Collected data entries
__________

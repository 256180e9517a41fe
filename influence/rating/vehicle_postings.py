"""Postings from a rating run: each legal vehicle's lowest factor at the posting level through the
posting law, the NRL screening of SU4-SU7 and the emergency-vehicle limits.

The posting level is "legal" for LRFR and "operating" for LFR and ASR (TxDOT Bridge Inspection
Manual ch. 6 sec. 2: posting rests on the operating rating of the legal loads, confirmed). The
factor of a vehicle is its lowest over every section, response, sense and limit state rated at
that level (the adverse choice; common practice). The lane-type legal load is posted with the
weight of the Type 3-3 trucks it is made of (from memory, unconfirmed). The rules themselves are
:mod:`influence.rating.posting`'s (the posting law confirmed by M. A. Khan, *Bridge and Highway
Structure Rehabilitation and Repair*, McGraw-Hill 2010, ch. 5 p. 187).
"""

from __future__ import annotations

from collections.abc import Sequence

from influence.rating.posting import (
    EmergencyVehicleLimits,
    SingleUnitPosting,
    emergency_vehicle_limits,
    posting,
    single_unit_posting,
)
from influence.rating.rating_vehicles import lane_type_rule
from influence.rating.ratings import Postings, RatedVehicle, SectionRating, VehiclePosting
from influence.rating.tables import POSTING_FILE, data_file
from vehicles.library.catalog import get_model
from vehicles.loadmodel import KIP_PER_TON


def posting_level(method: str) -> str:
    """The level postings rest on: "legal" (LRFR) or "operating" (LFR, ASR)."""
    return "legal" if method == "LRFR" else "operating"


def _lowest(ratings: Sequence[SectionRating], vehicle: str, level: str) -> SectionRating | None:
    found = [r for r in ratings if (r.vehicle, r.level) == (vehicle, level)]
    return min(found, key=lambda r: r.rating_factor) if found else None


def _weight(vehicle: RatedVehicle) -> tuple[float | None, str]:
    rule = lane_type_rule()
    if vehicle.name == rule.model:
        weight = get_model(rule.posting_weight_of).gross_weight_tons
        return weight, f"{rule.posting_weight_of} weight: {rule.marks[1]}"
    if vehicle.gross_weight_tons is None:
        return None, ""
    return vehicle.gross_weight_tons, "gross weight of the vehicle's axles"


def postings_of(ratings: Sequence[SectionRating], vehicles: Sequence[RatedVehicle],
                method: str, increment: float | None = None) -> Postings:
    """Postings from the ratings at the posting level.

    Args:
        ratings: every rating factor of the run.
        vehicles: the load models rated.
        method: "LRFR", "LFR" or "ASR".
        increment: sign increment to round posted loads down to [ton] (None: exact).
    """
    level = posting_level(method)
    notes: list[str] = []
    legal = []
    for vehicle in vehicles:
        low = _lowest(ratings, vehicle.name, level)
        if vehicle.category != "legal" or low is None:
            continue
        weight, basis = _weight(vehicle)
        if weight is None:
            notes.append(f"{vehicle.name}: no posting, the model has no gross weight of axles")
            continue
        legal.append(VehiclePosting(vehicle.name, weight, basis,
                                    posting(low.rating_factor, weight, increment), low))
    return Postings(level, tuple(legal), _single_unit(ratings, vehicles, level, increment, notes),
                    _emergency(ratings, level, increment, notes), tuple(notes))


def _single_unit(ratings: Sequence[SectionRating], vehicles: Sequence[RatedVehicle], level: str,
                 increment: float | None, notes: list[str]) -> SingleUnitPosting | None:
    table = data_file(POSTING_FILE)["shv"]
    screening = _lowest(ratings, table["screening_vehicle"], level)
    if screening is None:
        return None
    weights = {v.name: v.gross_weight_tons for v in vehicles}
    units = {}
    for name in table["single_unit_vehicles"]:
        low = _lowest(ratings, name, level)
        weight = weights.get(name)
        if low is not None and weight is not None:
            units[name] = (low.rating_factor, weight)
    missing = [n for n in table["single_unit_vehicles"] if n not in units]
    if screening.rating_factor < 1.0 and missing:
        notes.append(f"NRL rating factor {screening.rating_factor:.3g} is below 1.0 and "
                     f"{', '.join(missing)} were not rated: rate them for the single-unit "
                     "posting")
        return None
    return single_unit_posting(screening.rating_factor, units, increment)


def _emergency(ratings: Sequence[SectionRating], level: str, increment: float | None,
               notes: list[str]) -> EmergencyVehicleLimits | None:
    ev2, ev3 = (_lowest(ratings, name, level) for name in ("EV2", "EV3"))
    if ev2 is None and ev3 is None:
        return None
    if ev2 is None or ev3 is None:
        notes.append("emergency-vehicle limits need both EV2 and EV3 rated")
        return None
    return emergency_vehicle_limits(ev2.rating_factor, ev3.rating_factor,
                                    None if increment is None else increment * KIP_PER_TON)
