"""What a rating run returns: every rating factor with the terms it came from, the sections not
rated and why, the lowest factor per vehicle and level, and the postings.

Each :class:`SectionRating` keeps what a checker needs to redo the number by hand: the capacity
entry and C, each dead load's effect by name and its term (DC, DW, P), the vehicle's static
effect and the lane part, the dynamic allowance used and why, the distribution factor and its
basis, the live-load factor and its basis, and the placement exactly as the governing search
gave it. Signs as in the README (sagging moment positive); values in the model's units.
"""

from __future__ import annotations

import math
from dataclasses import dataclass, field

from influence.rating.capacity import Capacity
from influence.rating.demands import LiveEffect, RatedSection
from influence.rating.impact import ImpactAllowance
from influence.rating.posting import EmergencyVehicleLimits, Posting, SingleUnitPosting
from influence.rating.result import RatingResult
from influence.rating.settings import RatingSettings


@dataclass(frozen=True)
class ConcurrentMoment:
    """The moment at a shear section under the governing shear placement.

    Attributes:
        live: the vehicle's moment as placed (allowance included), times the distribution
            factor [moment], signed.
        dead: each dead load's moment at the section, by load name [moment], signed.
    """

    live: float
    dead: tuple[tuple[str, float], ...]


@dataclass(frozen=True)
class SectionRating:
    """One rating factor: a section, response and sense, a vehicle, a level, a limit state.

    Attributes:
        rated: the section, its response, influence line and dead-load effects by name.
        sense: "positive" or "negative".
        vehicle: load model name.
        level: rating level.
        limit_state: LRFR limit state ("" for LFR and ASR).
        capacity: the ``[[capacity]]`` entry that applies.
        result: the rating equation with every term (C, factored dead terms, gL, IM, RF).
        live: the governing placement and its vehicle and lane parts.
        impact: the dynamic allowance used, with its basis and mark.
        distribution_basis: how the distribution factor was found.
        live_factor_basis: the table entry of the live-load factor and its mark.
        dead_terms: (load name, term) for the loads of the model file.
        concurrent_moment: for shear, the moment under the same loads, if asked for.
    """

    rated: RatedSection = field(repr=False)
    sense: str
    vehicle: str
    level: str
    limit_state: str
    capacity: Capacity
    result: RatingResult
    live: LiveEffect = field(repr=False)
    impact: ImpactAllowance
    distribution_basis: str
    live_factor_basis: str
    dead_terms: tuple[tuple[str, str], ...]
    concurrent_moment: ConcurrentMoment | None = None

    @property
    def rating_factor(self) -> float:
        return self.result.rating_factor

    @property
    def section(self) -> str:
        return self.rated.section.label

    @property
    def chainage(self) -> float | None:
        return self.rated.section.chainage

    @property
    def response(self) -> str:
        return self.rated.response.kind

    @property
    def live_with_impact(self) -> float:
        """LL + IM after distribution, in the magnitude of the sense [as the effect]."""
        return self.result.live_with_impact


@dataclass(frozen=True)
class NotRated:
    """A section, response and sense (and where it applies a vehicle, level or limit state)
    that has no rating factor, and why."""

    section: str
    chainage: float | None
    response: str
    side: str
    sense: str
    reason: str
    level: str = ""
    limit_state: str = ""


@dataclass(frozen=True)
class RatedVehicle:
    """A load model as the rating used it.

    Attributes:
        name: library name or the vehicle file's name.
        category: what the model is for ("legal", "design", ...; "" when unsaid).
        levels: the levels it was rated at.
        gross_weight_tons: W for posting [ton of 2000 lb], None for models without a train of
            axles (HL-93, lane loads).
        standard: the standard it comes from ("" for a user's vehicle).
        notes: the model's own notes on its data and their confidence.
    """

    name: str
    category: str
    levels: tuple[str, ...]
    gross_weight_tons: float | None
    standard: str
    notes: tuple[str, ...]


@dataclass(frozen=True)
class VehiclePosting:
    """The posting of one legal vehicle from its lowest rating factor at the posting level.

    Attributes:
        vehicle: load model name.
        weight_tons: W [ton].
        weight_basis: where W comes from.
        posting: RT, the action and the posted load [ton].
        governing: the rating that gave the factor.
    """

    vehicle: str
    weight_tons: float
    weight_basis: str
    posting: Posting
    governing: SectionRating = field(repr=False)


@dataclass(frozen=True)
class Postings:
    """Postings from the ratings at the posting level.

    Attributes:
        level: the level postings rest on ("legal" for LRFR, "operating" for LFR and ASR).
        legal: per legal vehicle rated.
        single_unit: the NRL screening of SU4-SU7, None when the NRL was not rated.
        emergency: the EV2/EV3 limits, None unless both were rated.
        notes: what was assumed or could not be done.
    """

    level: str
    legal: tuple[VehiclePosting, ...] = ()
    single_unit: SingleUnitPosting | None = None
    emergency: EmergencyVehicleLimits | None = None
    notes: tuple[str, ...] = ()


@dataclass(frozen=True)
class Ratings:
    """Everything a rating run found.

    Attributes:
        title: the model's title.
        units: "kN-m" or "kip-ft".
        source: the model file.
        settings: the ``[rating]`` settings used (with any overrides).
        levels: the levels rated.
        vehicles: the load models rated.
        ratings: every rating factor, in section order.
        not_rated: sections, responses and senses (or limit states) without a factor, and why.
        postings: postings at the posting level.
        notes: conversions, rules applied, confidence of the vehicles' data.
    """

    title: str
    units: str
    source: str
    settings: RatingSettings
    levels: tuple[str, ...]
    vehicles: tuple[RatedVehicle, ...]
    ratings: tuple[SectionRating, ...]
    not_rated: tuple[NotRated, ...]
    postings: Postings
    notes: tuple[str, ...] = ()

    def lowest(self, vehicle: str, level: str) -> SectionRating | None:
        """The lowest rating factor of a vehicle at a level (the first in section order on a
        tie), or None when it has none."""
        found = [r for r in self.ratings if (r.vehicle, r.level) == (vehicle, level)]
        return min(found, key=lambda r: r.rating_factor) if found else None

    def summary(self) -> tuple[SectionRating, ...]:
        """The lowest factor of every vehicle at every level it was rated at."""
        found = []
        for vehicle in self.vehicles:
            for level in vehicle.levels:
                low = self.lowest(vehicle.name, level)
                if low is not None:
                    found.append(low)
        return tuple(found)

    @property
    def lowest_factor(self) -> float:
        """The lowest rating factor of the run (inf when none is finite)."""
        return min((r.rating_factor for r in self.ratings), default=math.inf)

__________

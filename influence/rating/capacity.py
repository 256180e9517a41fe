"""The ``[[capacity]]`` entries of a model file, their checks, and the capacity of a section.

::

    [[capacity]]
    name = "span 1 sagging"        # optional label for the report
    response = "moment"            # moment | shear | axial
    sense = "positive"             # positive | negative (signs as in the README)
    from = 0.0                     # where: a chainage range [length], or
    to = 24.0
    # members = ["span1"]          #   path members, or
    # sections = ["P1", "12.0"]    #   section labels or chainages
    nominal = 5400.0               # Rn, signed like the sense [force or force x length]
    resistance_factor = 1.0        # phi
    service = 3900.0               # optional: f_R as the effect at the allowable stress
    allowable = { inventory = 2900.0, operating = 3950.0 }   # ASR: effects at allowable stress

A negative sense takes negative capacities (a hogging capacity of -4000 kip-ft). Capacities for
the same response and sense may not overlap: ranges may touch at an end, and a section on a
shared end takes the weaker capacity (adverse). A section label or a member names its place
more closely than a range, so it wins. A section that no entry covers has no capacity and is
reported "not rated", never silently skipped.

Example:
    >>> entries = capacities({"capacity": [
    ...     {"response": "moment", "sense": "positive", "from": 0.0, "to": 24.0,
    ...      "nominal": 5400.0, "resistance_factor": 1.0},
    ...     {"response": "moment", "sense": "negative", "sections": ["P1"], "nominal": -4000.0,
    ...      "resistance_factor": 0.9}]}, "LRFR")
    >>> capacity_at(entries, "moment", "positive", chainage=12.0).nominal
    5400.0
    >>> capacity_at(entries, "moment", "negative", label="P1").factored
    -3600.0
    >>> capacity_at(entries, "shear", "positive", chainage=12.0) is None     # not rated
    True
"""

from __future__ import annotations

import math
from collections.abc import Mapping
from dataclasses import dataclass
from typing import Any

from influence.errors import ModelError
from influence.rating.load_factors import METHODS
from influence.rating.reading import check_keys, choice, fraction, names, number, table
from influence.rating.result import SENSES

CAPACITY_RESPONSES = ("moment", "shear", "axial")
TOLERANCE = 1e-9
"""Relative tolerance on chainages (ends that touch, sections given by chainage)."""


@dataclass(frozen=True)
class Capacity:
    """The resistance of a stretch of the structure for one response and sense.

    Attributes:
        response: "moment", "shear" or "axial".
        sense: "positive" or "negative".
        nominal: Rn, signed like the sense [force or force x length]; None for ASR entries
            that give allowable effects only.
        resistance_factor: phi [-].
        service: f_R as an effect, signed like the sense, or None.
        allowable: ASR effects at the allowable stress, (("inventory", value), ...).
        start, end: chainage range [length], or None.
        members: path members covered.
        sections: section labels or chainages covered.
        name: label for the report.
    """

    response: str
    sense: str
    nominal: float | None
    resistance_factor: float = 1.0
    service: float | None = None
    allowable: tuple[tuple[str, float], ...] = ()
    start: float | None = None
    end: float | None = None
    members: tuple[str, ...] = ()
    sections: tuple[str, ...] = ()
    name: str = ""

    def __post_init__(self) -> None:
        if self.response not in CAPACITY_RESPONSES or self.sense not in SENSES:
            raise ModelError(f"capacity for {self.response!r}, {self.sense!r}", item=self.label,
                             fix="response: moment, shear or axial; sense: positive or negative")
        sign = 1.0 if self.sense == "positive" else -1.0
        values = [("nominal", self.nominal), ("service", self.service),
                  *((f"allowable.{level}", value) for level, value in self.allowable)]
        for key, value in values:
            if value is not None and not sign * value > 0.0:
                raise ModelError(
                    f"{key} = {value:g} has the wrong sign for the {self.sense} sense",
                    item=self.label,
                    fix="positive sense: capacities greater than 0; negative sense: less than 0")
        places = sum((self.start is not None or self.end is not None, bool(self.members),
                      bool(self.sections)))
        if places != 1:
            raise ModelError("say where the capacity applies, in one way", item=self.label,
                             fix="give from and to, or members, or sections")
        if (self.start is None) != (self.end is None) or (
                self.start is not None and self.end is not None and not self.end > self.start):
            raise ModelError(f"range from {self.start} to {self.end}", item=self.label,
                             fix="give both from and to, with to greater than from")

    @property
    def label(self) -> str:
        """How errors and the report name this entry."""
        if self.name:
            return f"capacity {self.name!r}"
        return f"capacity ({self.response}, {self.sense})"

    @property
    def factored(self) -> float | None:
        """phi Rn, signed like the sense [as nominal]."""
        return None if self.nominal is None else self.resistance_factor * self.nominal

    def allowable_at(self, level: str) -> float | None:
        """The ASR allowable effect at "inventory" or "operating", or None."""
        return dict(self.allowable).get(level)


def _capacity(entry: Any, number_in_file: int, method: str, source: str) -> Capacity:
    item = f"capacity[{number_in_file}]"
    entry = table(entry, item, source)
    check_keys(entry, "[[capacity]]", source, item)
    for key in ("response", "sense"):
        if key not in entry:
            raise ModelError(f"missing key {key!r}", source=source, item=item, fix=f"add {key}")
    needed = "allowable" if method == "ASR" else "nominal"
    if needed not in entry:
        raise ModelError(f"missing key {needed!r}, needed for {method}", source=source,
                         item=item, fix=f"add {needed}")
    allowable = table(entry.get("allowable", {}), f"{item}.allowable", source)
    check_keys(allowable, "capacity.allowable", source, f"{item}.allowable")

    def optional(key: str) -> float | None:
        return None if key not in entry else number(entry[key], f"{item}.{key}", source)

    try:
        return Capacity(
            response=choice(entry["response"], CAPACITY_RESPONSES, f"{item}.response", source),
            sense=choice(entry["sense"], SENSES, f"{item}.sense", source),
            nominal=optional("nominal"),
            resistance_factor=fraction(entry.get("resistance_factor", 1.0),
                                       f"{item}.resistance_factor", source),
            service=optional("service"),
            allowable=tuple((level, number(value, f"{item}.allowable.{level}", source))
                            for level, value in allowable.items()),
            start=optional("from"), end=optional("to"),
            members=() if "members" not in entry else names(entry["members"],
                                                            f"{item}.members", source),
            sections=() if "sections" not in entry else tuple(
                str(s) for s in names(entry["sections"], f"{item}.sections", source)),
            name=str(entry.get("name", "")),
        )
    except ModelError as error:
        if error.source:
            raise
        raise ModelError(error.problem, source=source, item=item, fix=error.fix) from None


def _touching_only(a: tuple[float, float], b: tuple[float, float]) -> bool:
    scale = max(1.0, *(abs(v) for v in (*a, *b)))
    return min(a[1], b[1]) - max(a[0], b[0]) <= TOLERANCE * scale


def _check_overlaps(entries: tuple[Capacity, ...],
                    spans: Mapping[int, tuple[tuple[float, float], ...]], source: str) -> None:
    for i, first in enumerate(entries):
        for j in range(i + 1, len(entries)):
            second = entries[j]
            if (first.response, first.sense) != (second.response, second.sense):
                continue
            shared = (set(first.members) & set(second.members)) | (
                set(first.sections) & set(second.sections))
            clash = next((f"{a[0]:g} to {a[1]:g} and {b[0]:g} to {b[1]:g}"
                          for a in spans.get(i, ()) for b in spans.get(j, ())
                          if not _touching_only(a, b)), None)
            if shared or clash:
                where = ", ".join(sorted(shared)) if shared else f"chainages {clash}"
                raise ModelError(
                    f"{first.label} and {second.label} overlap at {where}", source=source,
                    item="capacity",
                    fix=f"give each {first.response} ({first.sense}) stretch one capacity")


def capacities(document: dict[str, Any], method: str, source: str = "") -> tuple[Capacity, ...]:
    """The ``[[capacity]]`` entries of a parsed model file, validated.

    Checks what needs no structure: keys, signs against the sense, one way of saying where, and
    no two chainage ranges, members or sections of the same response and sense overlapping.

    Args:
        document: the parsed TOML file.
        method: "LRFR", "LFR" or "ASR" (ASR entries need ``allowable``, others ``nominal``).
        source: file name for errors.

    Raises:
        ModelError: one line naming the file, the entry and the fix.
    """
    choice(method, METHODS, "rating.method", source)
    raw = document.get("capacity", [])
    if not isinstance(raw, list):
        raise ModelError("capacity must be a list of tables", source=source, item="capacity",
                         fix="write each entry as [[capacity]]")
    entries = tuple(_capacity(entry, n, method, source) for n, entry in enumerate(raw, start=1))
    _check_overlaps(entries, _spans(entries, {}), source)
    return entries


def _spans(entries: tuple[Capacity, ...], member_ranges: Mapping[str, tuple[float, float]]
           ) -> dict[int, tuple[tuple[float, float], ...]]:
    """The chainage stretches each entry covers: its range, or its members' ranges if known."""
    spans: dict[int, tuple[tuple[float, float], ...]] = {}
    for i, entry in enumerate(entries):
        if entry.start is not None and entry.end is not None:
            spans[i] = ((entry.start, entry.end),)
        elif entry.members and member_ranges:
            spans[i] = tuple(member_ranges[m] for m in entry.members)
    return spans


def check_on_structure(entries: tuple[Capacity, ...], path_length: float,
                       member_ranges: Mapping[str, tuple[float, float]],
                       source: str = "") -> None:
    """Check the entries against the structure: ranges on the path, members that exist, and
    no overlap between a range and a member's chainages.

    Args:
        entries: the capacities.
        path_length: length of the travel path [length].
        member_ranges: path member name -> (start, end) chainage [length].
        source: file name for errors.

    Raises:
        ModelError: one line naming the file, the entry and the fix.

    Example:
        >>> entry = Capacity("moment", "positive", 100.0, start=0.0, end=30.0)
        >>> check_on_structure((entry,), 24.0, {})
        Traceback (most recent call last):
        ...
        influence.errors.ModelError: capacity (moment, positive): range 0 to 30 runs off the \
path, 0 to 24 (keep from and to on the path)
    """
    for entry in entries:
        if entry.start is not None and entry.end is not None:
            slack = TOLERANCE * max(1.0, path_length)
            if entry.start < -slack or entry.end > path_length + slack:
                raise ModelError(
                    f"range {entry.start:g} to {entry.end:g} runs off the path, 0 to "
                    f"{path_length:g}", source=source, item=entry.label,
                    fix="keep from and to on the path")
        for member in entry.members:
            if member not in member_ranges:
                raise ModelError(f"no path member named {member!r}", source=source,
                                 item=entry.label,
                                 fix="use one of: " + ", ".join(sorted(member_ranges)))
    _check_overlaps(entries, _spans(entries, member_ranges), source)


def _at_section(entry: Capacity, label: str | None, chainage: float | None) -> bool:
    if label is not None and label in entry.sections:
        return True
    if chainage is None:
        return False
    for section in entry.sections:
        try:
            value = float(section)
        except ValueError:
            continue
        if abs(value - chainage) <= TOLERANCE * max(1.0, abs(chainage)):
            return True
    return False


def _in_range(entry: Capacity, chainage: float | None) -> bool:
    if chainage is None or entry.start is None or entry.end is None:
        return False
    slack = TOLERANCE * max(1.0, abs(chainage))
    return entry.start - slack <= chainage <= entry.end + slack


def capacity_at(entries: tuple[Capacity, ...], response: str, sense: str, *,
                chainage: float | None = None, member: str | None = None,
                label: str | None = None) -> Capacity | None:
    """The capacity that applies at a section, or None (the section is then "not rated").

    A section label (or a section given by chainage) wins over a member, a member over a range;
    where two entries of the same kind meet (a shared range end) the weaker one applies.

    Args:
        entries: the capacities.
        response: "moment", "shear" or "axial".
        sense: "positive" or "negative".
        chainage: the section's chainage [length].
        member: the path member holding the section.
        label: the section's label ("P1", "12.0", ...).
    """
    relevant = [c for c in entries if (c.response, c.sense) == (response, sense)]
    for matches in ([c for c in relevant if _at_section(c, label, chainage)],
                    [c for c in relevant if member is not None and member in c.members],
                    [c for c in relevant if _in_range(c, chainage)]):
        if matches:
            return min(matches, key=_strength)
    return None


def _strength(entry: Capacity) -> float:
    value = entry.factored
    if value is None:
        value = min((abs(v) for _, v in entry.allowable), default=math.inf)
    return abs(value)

__________

TASK TO CARRY OUT: Pull out all lines of the data with the string "signed".

WRITTEN SOLUTION:
            factor [moment], signed.
        dead: each dead load's moment at the section, by load name [moment], signed.
    nominal = 5400.0               # Rn, signed like the sense [force or force x length]
        nominal: Rn, signed like the sense [force or force x length]; None for ASR entries
        service: f_R as an effect, signed like the sense, or None.
        """phi Rn, signed like the sense [as nominal]."""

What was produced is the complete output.